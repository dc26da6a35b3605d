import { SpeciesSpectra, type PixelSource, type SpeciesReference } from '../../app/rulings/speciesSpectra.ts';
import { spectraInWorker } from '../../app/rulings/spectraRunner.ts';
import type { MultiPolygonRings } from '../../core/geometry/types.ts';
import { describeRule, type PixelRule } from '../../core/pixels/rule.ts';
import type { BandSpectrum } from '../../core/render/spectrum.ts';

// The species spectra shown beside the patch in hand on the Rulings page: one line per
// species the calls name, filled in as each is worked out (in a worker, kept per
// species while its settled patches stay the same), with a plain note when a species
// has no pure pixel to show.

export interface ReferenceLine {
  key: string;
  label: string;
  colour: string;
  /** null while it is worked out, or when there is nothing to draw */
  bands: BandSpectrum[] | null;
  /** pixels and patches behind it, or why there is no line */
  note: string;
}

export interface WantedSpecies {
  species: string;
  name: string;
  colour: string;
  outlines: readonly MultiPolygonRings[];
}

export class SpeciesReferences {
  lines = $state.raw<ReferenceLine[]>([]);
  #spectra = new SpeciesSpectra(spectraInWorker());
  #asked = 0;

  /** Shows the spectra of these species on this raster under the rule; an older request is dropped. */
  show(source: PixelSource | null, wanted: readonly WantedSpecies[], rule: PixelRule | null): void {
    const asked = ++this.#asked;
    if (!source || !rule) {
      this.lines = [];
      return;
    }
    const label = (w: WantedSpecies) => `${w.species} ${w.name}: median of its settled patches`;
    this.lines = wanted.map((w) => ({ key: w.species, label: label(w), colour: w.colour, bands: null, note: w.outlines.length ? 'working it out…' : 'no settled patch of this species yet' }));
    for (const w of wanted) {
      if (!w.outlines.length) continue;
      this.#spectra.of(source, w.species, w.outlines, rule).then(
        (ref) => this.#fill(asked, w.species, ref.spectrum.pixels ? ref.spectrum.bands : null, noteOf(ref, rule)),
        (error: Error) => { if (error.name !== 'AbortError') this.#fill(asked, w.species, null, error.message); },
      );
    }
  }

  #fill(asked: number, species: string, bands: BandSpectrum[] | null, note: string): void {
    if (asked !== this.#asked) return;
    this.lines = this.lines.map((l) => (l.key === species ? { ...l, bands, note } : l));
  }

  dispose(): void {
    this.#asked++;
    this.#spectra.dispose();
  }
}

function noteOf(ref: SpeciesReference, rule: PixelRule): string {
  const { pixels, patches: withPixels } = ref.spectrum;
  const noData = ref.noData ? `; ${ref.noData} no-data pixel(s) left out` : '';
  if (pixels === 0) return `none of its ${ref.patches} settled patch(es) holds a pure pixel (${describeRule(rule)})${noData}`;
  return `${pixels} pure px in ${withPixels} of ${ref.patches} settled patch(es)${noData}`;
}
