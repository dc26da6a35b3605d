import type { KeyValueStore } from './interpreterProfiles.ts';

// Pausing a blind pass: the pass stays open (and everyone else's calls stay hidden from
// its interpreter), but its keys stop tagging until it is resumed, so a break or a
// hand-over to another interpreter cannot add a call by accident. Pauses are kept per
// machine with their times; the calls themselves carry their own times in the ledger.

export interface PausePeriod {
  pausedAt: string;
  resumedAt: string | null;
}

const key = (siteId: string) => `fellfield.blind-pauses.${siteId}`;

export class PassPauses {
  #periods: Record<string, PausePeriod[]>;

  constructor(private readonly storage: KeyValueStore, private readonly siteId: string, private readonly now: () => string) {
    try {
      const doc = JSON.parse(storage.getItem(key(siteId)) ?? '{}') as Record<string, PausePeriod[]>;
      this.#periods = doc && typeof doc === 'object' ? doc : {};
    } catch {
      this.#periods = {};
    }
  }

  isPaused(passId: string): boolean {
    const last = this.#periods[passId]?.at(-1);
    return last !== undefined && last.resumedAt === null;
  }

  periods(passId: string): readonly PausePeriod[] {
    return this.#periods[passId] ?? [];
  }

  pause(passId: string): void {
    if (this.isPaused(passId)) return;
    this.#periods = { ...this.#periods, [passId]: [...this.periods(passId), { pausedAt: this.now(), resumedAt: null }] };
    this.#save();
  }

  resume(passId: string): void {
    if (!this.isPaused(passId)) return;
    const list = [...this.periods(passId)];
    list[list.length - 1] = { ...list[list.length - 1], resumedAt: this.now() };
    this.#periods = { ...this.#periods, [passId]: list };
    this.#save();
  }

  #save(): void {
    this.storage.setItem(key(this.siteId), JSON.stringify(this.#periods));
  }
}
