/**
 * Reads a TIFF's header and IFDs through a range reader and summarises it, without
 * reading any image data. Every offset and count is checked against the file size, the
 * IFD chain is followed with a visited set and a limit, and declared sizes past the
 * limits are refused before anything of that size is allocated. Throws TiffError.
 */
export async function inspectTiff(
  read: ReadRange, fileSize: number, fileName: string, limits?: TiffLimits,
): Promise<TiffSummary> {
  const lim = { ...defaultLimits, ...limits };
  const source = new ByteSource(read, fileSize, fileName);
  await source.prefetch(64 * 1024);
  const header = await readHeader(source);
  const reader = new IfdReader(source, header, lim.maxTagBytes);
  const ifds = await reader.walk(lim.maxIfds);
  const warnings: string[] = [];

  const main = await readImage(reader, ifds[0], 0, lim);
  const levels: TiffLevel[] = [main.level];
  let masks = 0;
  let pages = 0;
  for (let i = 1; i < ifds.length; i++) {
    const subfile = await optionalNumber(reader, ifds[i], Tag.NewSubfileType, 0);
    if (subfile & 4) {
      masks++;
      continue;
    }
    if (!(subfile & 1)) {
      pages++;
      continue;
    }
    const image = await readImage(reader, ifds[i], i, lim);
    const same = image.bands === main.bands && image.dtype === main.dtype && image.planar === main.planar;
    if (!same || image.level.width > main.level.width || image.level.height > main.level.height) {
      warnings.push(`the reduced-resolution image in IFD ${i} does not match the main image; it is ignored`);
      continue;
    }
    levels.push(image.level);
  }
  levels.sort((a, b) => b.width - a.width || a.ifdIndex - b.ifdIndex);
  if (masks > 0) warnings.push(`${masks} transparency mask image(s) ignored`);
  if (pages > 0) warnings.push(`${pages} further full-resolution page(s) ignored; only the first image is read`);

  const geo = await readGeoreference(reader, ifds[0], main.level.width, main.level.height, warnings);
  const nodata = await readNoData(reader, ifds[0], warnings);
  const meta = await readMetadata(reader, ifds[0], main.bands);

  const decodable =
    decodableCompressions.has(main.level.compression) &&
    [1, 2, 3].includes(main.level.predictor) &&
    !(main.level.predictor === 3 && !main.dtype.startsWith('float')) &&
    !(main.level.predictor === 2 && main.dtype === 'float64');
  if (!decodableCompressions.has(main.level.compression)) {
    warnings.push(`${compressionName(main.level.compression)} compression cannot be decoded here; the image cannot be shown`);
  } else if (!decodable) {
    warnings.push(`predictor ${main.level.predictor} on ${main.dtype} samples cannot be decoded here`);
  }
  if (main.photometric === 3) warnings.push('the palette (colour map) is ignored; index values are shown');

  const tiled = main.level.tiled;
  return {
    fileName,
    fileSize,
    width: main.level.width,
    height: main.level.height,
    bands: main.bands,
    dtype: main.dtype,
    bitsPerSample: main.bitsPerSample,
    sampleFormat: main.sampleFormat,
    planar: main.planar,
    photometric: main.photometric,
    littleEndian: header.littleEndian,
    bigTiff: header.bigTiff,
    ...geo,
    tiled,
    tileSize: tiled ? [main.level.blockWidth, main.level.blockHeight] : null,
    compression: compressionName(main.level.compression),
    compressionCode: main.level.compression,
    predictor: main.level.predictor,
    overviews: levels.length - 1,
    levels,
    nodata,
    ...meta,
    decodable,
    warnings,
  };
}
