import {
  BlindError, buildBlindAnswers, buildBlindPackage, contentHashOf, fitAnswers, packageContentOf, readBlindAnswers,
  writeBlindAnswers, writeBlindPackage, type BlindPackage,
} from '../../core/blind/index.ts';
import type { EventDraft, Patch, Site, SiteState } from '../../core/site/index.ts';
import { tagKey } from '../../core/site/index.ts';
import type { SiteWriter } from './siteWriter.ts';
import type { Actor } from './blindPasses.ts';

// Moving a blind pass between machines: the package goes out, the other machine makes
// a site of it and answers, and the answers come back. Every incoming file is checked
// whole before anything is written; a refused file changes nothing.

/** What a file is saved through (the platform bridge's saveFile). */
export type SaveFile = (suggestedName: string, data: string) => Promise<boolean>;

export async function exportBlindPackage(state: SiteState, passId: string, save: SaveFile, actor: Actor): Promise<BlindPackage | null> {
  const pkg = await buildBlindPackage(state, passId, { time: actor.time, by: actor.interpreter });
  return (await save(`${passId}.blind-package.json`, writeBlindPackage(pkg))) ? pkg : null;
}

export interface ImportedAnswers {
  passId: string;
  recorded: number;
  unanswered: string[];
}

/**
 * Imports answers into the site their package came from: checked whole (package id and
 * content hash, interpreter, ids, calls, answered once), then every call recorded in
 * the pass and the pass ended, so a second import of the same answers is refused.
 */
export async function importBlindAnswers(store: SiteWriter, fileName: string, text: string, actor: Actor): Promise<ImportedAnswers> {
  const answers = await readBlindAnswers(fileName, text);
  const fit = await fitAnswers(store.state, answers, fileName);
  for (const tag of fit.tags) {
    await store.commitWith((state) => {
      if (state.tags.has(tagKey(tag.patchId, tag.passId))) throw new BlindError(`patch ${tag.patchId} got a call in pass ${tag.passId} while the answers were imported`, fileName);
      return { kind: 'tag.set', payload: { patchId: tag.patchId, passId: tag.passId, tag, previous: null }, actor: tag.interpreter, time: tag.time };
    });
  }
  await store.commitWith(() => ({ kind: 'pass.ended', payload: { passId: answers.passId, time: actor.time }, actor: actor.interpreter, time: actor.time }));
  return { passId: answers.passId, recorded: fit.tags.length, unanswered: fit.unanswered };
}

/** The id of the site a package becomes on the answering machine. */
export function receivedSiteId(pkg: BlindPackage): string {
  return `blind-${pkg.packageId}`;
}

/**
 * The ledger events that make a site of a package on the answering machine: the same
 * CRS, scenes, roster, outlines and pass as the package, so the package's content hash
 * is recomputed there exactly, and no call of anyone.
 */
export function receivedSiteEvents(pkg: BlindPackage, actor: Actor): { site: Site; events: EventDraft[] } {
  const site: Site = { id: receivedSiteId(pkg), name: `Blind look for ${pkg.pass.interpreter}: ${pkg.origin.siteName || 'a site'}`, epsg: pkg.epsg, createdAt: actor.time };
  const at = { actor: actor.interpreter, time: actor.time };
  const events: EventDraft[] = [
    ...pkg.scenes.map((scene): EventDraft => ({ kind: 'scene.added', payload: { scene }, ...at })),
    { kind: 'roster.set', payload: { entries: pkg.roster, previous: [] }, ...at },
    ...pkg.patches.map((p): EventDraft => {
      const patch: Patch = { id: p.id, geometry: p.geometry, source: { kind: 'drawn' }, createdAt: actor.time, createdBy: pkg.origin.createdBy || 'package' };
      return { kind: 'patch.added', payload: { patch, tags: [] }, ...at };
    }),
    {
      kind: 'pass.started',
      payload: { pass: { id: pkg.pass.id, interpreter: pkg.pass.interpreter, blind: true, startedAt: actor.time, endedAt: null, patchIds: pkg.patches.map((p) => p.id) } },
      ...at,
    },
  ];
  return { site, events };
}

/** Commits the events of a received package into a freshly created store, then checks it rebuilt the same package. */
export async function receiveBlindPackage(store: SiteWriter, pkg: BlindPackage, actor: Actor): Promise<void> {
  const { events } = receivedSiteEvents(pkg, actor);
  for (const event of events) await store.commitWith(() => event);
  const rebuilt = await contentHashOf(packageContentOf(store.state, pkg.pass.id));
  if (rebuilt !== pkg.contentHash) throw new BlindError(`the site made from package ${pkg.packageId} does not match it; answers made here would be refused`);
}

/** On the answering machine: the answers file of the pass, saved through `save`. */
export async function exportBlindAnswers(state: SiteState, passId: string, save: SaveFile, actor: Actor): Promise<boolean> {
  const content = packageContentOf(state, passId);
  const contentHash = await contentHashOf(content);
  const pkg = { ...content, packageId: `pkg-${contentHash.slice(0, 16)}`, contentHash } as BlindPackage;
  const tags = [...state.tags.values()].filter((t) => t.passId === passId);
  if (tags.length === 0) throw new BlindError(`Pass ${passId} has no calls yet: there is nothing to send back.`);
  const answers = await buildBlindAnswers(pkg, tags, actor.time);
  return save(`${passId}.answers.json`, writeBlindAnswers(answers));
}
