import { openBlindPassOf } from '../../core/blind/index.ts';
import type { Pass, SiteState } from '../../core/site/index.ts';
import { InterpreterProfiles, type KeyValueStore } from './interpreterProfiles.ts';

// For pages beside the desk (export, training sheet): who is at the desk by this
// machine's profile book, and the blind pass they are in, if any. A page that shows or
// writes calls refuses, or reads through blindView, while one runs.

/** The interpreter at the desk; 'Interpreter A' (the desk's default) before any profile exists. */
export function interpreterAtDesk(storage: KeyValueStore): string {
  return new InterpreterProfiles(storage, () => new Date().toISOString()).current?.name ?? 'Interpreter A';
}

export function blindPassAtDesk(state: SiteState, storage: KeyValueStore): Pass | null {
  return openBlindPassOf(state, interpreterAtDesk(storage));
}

* [YOUR GOAL]:
State how many lines in the entries hold "checked". Nothing should come before or after the number.

* [ANSWER FOR THE TASK]:
3